Which is what I'm saying. Please keep in mind, I'm factoring in what you have been told about him by his family, and what you have observed, and my experience with my son. That's where I'm coming from. That is the perspective of my input. I'm presuming this guy IS socially challenged.

Switch roles for a moment. You don't think like other people think. You don't even perceive communication the way other people do. You have someone in your life that you want to be close to ... and they don't think like you do. And they keep telling you that in order for them to feel closer to you, they want you to communicate with them ... and when you do, they don't understand you. And basically, the message that you keep getting from them is; "Try harder ..."

It's the equivalent of you speaking French and his speaking Latin, and you can't understand why he just doesn't say what he has to say in French.

Can you see why he might find being in a relationship 'awkward'?

You are asking him for a roadmap and he is a GPS. All he can do is respond to the journey you have plugged in - he cannot articulate where the journey should go. That's up to you.




> LOL Leading questions though... got an example? given the case I gave.. I am interested in making communication easier for him, or figuring out how to understand... it does not feel like too much to ask of me (as long as he knows I am trying, and MAYBE takes half a step to help me out?)
> 
> He says he wants the relationship, tell me what he wants from it, but I don't get what he is saying as it is really vague and so hard to act on or say if I can give that (when I ask... so then you don't want/can't have a relationship... he says, no THAT'S not it either...) so I have to ask... THEN WHAT IS IT!!!! HAHAHAHA


What if he couldn't possibly convey to you what a relationship is, or is supposed to be? Does that mean you aren't in one?

This man is NOT going to drive or lead this relationship. I suspect that he can't.

You are looking for answers. He isn't even aware there are questions. So when there are ... he flat out doesn't understand. And importantly ... you are not ever going to be able to change that about him. Nor should you try.

If you aren't getting what you need out of this arrangement, then I strongly suggest you move on. You can't fix him - ain't your job, and quite honestly, he doesn't need fixing. What he needs is someone to learn his language instead of insisting he learns yours - because he can't.

I'll give you a very common example of dealing with my son on a typical day. The scenario is getting ready for school.
He has been instructed to go up to his room and get himself dressed. No sign of the boy fifteen minutes later. Go upstairs to his room, he is playing with action figures in his underwear.

If I ask: "Buddy, why aren't you dressed?"
He CANNOT answer or fathom the point of that question. He would get anxious, defensive, and upset if I persisted with him explaining to me why he hasn't gotten himself dressed.

If I say: "Hey, are you going to go to school in your underwear?"
He responds with a smile and a laugh and says, "No! Silly."

Me: "Ok. Then what should you do next?"
Him: Reaches for pants. Puts them on.
Me: "Then what's next?" 
Him: Reaches for shirt. And so on ...

Make sense? Him telling me why he has difficulty getting dressed is irrelevant contrasted with the goal - his being dressed and ready to go to school.
Oh, and importantly? We are going to go through the exact same process the next day ... and the day after and so on. Eventually, the routine and flow starts to stick. He will now get himself dressed and come downstairs and we do the happy, proud dance. Change for him ... is very long , and very slow. 
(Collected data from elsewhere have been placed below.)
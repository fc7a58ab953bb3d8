// Decimating a line in two steps — its fixed head once, then on each change only the head's last run and the
// new tail — must give exactly the points of decimating the whole line at once (decimatePolyline, itself
// checked against analytic curves in decimatePolyline.test.ts): the fills of a dragged regional are drawn
// this way, and must look the same as when rebuilt whole.
import fc from 'fast-check';
import { describe, expect, it } from 'vitest';
import { decimateAfterPrefix, decimatePolyline, decimatePrefix } from '../../src/canvas/decimatePolyline';
import { clippedHorizonPx, excessFillGeometry, excessFillSides } from '../../src/canvas/excessFillGeometry';
import { fitCalibration } from '../../src/core/calibration/fitCalibration';
import type { ImagePx } from '../../src/core/model/projectDoc';

const flatLine = fc.array(fc.tuple(fc.double({ min: -50, max: 250, noNaN: true }), fc.double({ min: -100, max: 100, noNaN: true })), { maxLength: 60 })
  .map((pts) => pts.flat());

describe('decimateAfterPrefix', () => {
  it('gives the same points as decimating head and tail joined, for any split, scale and window', () => {
    fc.assert(fc.property(flatLine, flatLine, fc.double({ min: 0.05, max: 20, noNaN: true }), fc.integer({ min: -20, max: 40 }), fc.integer({ min: 0, max: 300 }), fc.boolean(),
      (head, tail, scale, first, width, windowed) => {
        const columns: [number, number] = windowed ? [first, first + width] : [-Infinity, Infinity];
        const whole = decimatePolyline(head.concat(tail), scale, columns);
        expect(decimateAfterPrefix(decimatePrefix(head, scale, columns), tail, scale, columns)).toEqual(whole);
      }));
  });

  it('joins a head whose last run shares a pixel column with the tail’s first vertices as one run', () => {
    // Worked by hand: at scale 1 the head's last three vertices and the tail's first two lie in pixel column 2.
    // Whole, that run is v = 5, 9, 7, 1, 4 and keeps its first (2.1, 5), highest (2.3, 9), lowest (2.7, 1) and
    // last (2.9, 4), dropping (2.5, 7); the head's part alone would have kept (2.5, 7) as its last.
    const head = [0.5, 0, 1.5, 3, 2.1, 5, 2.3, 9, 2.5, 7];
    const tail = [2.7, 1, 2.9, 4, 3.5, 4, 4.5, 2];
    const two = decimateAfterPrefix(decimatePrefix(head, 1), tail, 1);
    expect(two).toEqual([0.5, 0, 1.5, 3, 2.1, 5, 2.3, 9, 2.7, 1, 2.9, 4, 3.5, 4, 4.5, 2]);
    expect(two).toEqual(decimatePolyline(head.concat(tail), 1));
  });

  it('copies lines too short or scales unusable, as decimatePolyline does', () => {
    expect(decimateAfterPrefix(decimatePrefix([0, 0, 0.1, 1], 1), [0.2, 2], 1)).toEqual([0, 0, 0.1, 1, 0.2, 2]);
    expect(decimateAfterPrefix(decimatePrefix([0, 0, 0.1, 1, 0.2, 3], 0), [0.3, 2, 0.4, 5, 0.5, 1], 0)).toEqual(decimatePolyline([0, 0, 0.1, 1, 0.2, 3, 0.3, 2, 0.4, 5, 0.5, 1], 0));
  });
});

describe('excessFillSides', () => {
  it('with the kept horizon part makes the loop and clip regions of excessFillGeometry built whole', () => {
    // An invented fold of 5,000 vertices on a 1 px = 2 m axes calibration, regional moved in steps as in a drag.
    const cal = fitCalibration({ kind: 'axes', xPoints: [{ u: 0, v: 0, value: 0 }, { u: 1000, v: 0, value: 2000 }], zPoints: [{ u: 0, v: 0, value: 500 }, { u: 0, v: 500, value: -500 }] });
    if (!cal.ok) throw new Error(cal.message);
    const frame = cal.fit;
    const line: ImagePx[] = Array.from({ length: 5000 }, (_, i) => [i / 5, 250 - 80 * Math.sin((Math.PI * i) / 5000)]);
    const pins: [number, number] = [200, 1800];
    const head = clippedHorizonPx(line, pins, frame)!;
    for (const dv of [0, -3, 7.5, 40]) {
      const regional: ImagePx[] = [[0, 250 + dv], [1000, 252 + dv]];
      const whole = excessFillGeometry(line, regional, pins, frame)!;
      const sides = excessFillSides(regional, pins, frame, head)!;
      expect(head.loopHead.concat(sides.loopTail)).toEqual(whole.loop);
      expect(sides.above).toEqual(whole.above);
      expect(sides.below).toEqual(whole.below);
      const d = decimatePrefix(head.loopHead, 0.37, [-800, 1600]);
      expect(decimateAfterPrefix(d, sides.loopTail, 0.37, [-800, 1600])).toEqual(decimatePolyline(whole.loop, 0.37, [-800, 1600]));
    }
  });
});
Translating this to your efforts at a relationship with this man; you're going to need patience. Lots of it.


----------



## woodstock (Feb 21, 2011)

Bit of good news in all this.... hrm ya, he got a bit huffy, but I held back on returning that, and was able to settle it down fix a moment and let it go... maybe next time he gives me uber vague... I will have something to get to the bottom of it with less pushing, then it's MUCH better.. It's just getting there that is the problem here (even HE said he liked my reaction to what he actually meant about the kids... so maybe there is hope? LOL)


----------



## woodstock (Feb 21, 2011)

Deejo, I do get what you are saying... I guess part of the problem is that it is easier to place all that on a child (or an adult you have known since childhood or where it's more obvious that is the problem) but I guess I am struggling with putting that on a 49 year old man, where I am not even sure that is the problem (not that obvious)... I think that makes sense HAHA But, in sense, I DO see something in the conversation you relayed here about your son in the morning that kind of scares me a little bit (in that maybe this really IS real and there is the OH crap CAN this be dealt with?) 



SO will take that to heart, and think about it a bit... Still trying to wrap my head around him actually having a problem and not just kind of being a joke? (not being mean, just not sure I ever took the idea totally seriously and let some of it become the butt of "such a man" jokes)

I do have experience dealing with autism in children and various mental disabilities in adults, but not aspergers. It poses a special challenge because it is not always obvious, and almost harder to grasp and understand because of that. (and there is still that feeling of "dammit you are being lazy and selfish" that carries over from before and I am now wondering if that is the case or not)


----------



## Deejo (May 20, 2008)

And that's the way it goes for people on the spectrum that don't have 'classic' autism.

You wouldn't SEE a blessed thing wrong with my son. He is a handsome, happy, active little boy.

Despite having a diagnosis for years, and several teams of specialists, it is only as of about six months ago that his grandparents (ex's parents) actually and finally acknowledged that he is autistic. Prior to that, they *chuckle* presumed that he was lazy, willful, and manipulative and that his mother and I were doting, over-tolerant, and sh!tty parents.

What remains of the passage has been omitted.